Working conditions of medical workers

An imposing number of medical workers denounced the lack of sufficient protective equipment with hospitals turning into hotbeds of infection. Still, the authorities have been maintaining the ‘being sufficiently equipped’ and ‘everything being under control’ narrative, referring to workers not following the rules as a cause of their infection with COVID-19. According to official data from April 30, out of 3,897 confirmed cases, 960 are medical workers

Hospital conditions

Many patients are complaining about the conditions in the medical institutions where they are hospitalized. On April 5th, Veronica Suveica, a patient from Soroca infected with COVID-19 in the hospital where she had a surgery, posted a video criticising the poor sanitation and the attitude of the medical staff. PM Ion Chicu had come to attack the patient by claiming that these ‘glamorous live videos‘ make no sense now.

Political persecution of medical professionals 

On March 26, the former director of Republican Clinical Hospital, Anatol Ciubotaru, organised the testing in a private laboratory of the employees who cared for patients infected with COVID-19 (the results confirmed 4 cases of infection). One day after, the Committee on Exceptional Situations decided upon his dismissal, categorizing his action as outside the existing protocol. Similarly, on April 11, Eugen Cebotari, a medical assistant, was threatened with dismissal because of a criminal lawsuit after he posted a video showing the inappropriate conditions that his emergency station provided.

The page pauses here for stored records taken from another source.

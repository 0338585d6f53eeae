/**
 * The generic simulate loop: integrate between scheduled events, apply each event as a jump,
 * handle threshold crossings (conditional events), sample on a regular grid plus just before
 * and just after every event, and enforce the step and wall-time bounds. It knows nothing about
 * nitrogen; the tank model supplies the problem, the events and the messages.
 */
import { ModelError } from "./errors";
import type { EventOutcome, EventRecord, ScheduledEvent } from "./events";
import { TIME_EPS, batchEvents } from "./events";
import type { OdeProblem, Watch } from "./problem";
import type { SegmentResult } from "./segment";
import { SolverChoice } from "./solver-choice";

interface LoopLimits {
  /** Total accepted + rejected steps over the run. */
  readonly maxSteps: number;
  /** Steps allowed between two events. */
  readonly maxStepsPerSegment: number;
  /** Wall-clock bound (ms); only ever used to abort. */
  readonly maxWallMs: number;
}

export type FailureCode = "MAX_STEPS" | "WALL_TIME" | "NON_FINITE";

export interface LoopSpec {
  readonly problem: OdeProblem;
  readonly y0: readonly number[];
  /** End time (days). */
  readonly tEnd: number;
  /** Regular sampling interval (days). */
  readonly outputInterval: number;
  readonly schedule: readonly ScheduledEvent[];
  readonly watches: readonly Watch[];
  /** The conditional event for watch `index` at time t. */
  onCrossing(index: number, t: number, y: readonly number[]): EventOutcome;
  /** Record a sample. `y` must not be kept (copy what you need). */
  sample(t: number, y: readonly number[]): void;
  /** Called after every accepted solver step. */
  onStep?(t: number, y: readonly number[]): void;
  readonly limits: LoopLimits;
  /** Keeper's message for a failure at simulated day `day`. */
  describeFailure(code: FailureCode, day: number): string;
}

interface LoopStats {
  /** Solver steps (accepted and rejected). */
  steps: number;
  /** Right-hand-side evaluations. */
  rhsEvals: number;
  /** Rejected steps. */
  rejected: number;
  /** Integration segments (one per gap between events). */
  segments: number;
  /** Segments (or their remainders) integrated by the stiff solver. */
  stiffSegments: number;
}

export interface LoopResult {
  /** State at tEnd. */
  readonly y: readonly number[];
  readonly events: EventRecord[];
  readonly stats: LoopStats;
}

const now = (): number => (typeof performance !== "undefined" ? performance.now() : Date.now());

/** Regular output times strictly inside (0, tEnd); 0 and tEnd are sampled explicitly. */
function outputTimes(outputInterval: number, tEnd: number): number[] {
  const outputs: number[] = [];
  for (let k = 1; ; k++) {
    const to = k * outputInterval;
    if (to >= tEnd - TIME_EPS) break;
    outputs.push(to);
  }
  return outputs;
}

/** Mutable run state shared by the helpers below (one per run, never exported). */
interface Run {
  readonly spec: LoopSpec;
  readonly deadline: number;
  readonly stats: LoopStats;
  readonly events: EventRecord[];
  readonly solver: SolverChoice;
  t: number;
  y: readonly number[];
  h: number;
}

function fail(code: FailureCode, run: Run, day: number): never {
  throw new ModelError(code, run.spec.describeFailure(code, day), { day });
}

/** Adopt an event's outcome: its state becomes the run's, its records are listed. */
function adopt(run: Run, outcome: EventOutcome): void {
  run.y = outcome.y;
  run.events.push(...outcome.records);
}

/** Fire watches already at or above their threshold (after a jump or at the start). */
function fireStandingWatches(run: Run): void {
  const { watches } = run.spec;
  for (let guard = 0; guard < 100; guard++) {
    const w = watches.findIndex((wt) => run.y[wt.index] >= wt.threshold);
    if (w < 0) return;
    adopt(run, run.spec.onCrossing(w, run.t, run.y));
    if (run.y[watches[w].index] >= watches[w].threshold) {
      throw new ModelError("INVALID", "A trimming rule leaves the plants above the level that triggers it.");
    }
  }
}

/** Apply one batch of simultaneous events, with a sample just before and just after. */
function applyBatch(run: Run, events: readonly ScheduledEvent[], sampleBefore: boolean): void {
  if (sampleBefore) run.spec.sample(run.t, run.y);
  for (const e of events) adopt(run, e.apply(run.y, run.t));
  fireStandingWatches(run);
  run.spec.sample(run.t, run.y);
}

/** Book one solver answer into the stats and turn numerical trouble into the typed error. */
function book(run: Run, seg: SegmentResult): void {
  run.stats.steps += seg.steps;
  run.stats.rhsEvals += seg.rhsEvals;
  run.stats.rejected += seg.rejected;
  if (seg.lastStepSize > 0) run.h = seg.lastStepSize;
  if (seg.status === "maxSteps") fail("MAX_STEPS", run, seg.t);
  if (seg.status === "wallTime") fail("WALL_TIME", run, seg.t);
  if (seg.status === "nonFinite") fail("NON_FINITE", run, seg.t);
}

/** Integrate from run.t up to `tb` (the next batch of events), handling crossings on the way. */
function integrateTo(run: Run, tb: number, outputs: readonly number[], cursor: { out: number }): void {
  const { spec, stats } = run;
  const { limits } = spec;
  let crossings = 0;
  while (tb - run.t > TIME_EPS) {
    while (cursor.out < outputs.length && outputs[cursor.out] <= run.t + TIME_EPS) cursor.out++;
    const sampleTimes: number[] = [];
    for (let k = cursor.out; k < outputs.length && outputs[k] < tb - TIME_EPS; k++) sampleTimes.push(outputs[k]);
    const budget = Math.min(limits.maxStepsPerSegment, limits.maxSteps - stats.steps);
    if (budget <= 0) fail("MAX_STEPS", run, run.t);
    if (now() > run.deadline) fail("WALL_TIME", run, run.t);
    const seg = run.solver.integrate(
      {
        problem: spec.problem,
        t0: run.t,
        y0: run.y,
        t1: tb,
        sampleTimes,
        onSample: (ts, ys) => spec.sample(ts, ys),
        onStep: spec.onStep,
        watches: spec.watches,
        maxSteps: budget,
        deadline: run.deadline,
        initialStepSize: run.h,
      },
      stats,
    );
    book(run, seg);
    stats.segments++;
    run.t = seg.t;
    run.y = seg.y;
    if (seg.status === "crossed") {
      if (++crossings > 10000) fail("MAX_STEPS", run, run.t);
      spec.sample(run.t, run.y);
      adopt(run, spec.onCrossing(seg.crossed, run.t, run.y));
      fireStandingWatches(run);
      spec.sample(run.t, run.y);
    } else {
      run.t = tb;
    }
  }
}

/** Run the loop. Throws ModelError (MAX_STEPS, WALL_TIME, NON_FINITE) instead of returning bad output. */
export function runLoop(spec: LoopSpec): LoopResult {
  const { tEnd } = spec;
  const run: Run = {
    spec,
    deadline: now() + spec.limits.maxWallMs,
    stats: { steps: 0, rhsEvals: 0, rejected: 0, segments: 0, stiffSegments: 0 },
    events: [],
    solver: new SolverChoice(),
    t: 0,
    y: spec.y0.slice(),
    h: Math.min(0.01, tEnd / 10),
  };
  const outputs = outputTimes(spec.outputInterval, tEnd);
  const cursor = { out: 0 };

  spec.sample(0, run.y);
  const batches = batchEvents(spec.schedule).filter((b) => b.t < tEnd - TIME_EPS);
  let bi = 0;
  // Events at the very start: the initial sample serves as "before".
  if (bi < batches.length && batches[bi].t <= TIME_EPS) {
    for (const e of batches[bi].events) adopt(run, e.apply(run.y, 0));
    bi++;
  }
  fireStandingWatches(run);
  if (run.events.length > 0) spec.sample(0, run.y);

  for (; bi < batches.length; bi++) {
    integrateTo(run, batches[bi].t, outputs, cursor);
    applyBatch(run, batches[bi].events, true);
  }
  integrateTo(run, tEnd, outputs, cursor);
  spec.sample(tEnd, run.y);
  return { y: run.y, events: run.events, stats: run.stats };
}
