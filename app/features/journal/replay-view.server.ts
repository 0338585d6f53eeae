/**
 * The journal page's "as it happened" section, built from a kept replay: the chart the results
 * page draws (TAN with its caution lines at the replay's pH, free ammonia, nitrite, nitrate with
 * the target band, the logged events) with its series packed, the keeper's test readings over
 * it, what the replay crossed in words, and its nitrogen budget.
 */
import type { Scenario } from "~models";
import { dayText } from "~/features/journal/forecast-text.server";
import type { Replay } from "~/features/journal/journal-replay.server";
import { replayChartInput, type ReplayChartData } from "~/features/journal/replay-chart.server";
import { replayChartOffThread } from "~/features/jobs/chores-pool.server";
import { readingsForChart } from "~/features/readings/readings.server";
import { resultWarnings } from "~/features/runs/run-warnings";
import { DAY_MS } from "~/utils/dates";
import type { DisplayUnits } from "~/utils/display-units";

/**
 * The packed chart per kept replay and units. A replay covers up to two years at six-hourly
 * samples (about 3,000 per column, some 33,000 samples for a full journal): it is converted,
 * thinned and packed once, on the chores thread (replay-chart.server.ts), not at every reload,
 * which keeps the page as cheap as the kept model (journal-page.server.ts) makes it. A replay
 * object is made once per journal version and settings, so it keys the chart; visitors who come
 * at once share one building.
 */
const charts = new WeakMap<Replay, Map<string, Promise<ReplayChartData>>>();

function replayChart(r: Replay, settings: Scenario, units: DisplayUnits): Promise<ReplayChartData> {
  const key = Object.values(units).join("|");
  let kept = charts.get(r);
  if (!kept) charts.set(r, (kept = new Map()));
  const hit = kept.get(key);
  if (hit) return hit;
  const made = replayChartOffThread(replayChartInput(r, settings, units));
  kept.set(key, made);
  // A failed building is tried again at the next view.
  made.catch(() => kept.delete(key));
  return made;
}

/**
 * A replay's model day as the date it was ("14 November", with the year when not this year). The
 * replay runs to the end of today, so a peak at its very end is dated today, not tomorrow.
 */
function replayDayWords(startMs: number, now: number) {
  const thisYear = new Date(now).getUTCFullYear();
  return (d: number) => {
    const ms = Math.min(startMs + d * DAY_MS, now);
    const year = new Date(ms).getUTCFullYear();
    return year === thisYear ? dayText(ms) : `${dayText(ms)} ${year}`;
  };
}

/** What the page shows of the replay `r` of tank `tankId`, run on `settings`, in `units`. */
export async function replayView(
  tankId: number,
  r: Replay,
  settings: Scenario,
  units: DisplayUnits,
  now: number,
  scenarioId: number,
) {
  // Readings are not journal entries (they do not bump the journal's version): read at every view.
  const readings = readingsForChart(tankId, r.startMs, r.lengthDays, units);
  const chart = await replayChart(r, settings, units);
  return {
    startMs: r.startMs,
    lengthDays: r.lengthDays,
    ...chart,
    // Every sample as CSV from the server (routes/journal/replay-csv.ts): for the table's link
    // without scripts, and the download of a thinned replay, whose CSV made in the browser
    // would hold only the share the page got.
    csvHref: `/tanks/${tankId}/journal/replay.csv?scenario=${scenarioId}`,
    // At most MAX_CHART_READINGS of them, an even sample (readings.server.ts); the page says how many.
    readings: readings.points,
    readingsTotal: readings.total,
    unused: r.unused,
    budget: r.result.budget,
    plantNames: settings.plants.map((g) => g.name),
    // What the replay crossed (free ammonia, nitrite, the ammonia criteria, KH, oxygen), in words
    // and the person's units: a logged dose or feeding change can harm fish between two readings.
    warnings: resultWarnings(
      {
        keyFigures: r.result.keyFigures,
        warnings: r.result.warnings,
        tapWater: settings.tapWater,
        volumeL: settings.water.volumeL,
        dayWords: replayDayWords(r.startMs, now),
      },
      units,
    ),
  };
}
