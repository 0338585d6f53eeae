/**
 * What the tank list and the tank page say of a tank's journal: the dangers its up-to-date replay
 * found (none: a quiet journal, nothing shown), or that it is not replayed yet ("later": over the
 * list's replays a view, "refused": the run gate said no or the run failed). Null: no entries.
 * Client-safe.
 */
export type JournalFlag = { state: "found"; dangers: string[] } | { state: "later" | "refused" } | null;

Repression of freedom of expression

On March 24, the President of the Audiovisual Council of the Republic of Moldova, Dragoș Vicol, made a worrying attempt at media censorship during the state of emergency. The released provision stated that all media outlets were obliged to present solely the official position of the competent public authorities on the pandemic situation. Notably, it was issued after some medical workers made public statements about working without protective equipment, disinfectants and without salaries. After being heavily criticized by the civil society, the provision was cancelled. 

Lack of transparency

Moldovan media organisations accuse the authorities of lack of transparency about the real situation of the pandemic. The authorities show reluctance in providing complete information, and previously accused the press for criticism and referred to the media’s incapacity to properly inform the citizens. Since the press briefings on COVID-19 pandemic situation are online, no mechanisms were implemented for allowing journalists to ask live questions. Media organisations and institutions are demanding at least one weekly online press conference with journalists’ participation.

Laws on anti-crisis measures and state budget

On April 23, the Parliament approved an economic package for supporting the population against the COVID-19 crisis. Later that week, by revising the state budget, the government planned to compensate the deficit through a 200 million euros loan from Russia. Yet, the Constitutional Court suspended the entry into force of the law on the loan after being petitioned by opposition parties. The opposition highlights the long-term risks that would be caused by some obscured provisions.

President Dodon pointed to a possible participation of the oligarch Vladimir Plahotniuc in the opposition’s actions for seizing state institutions. Plahotniuc was announced on the international and interstate wanted list and has been placed on the U.S, Switzerland and Lichtenstein sanction lists. While the U.S. Embassy announced that Plahotniuc is on American soil and the Moldovan authorities do not know his exact location, new details regarding the money laundering case in which the former PD leader is targeted are publicly available. 

The Open Dialogue Foundation hereby calls for a close monitoring of the authorities’ actions under the pretext of fighting the COVID-19 crisis and their efforts in respecting their human rights obligations.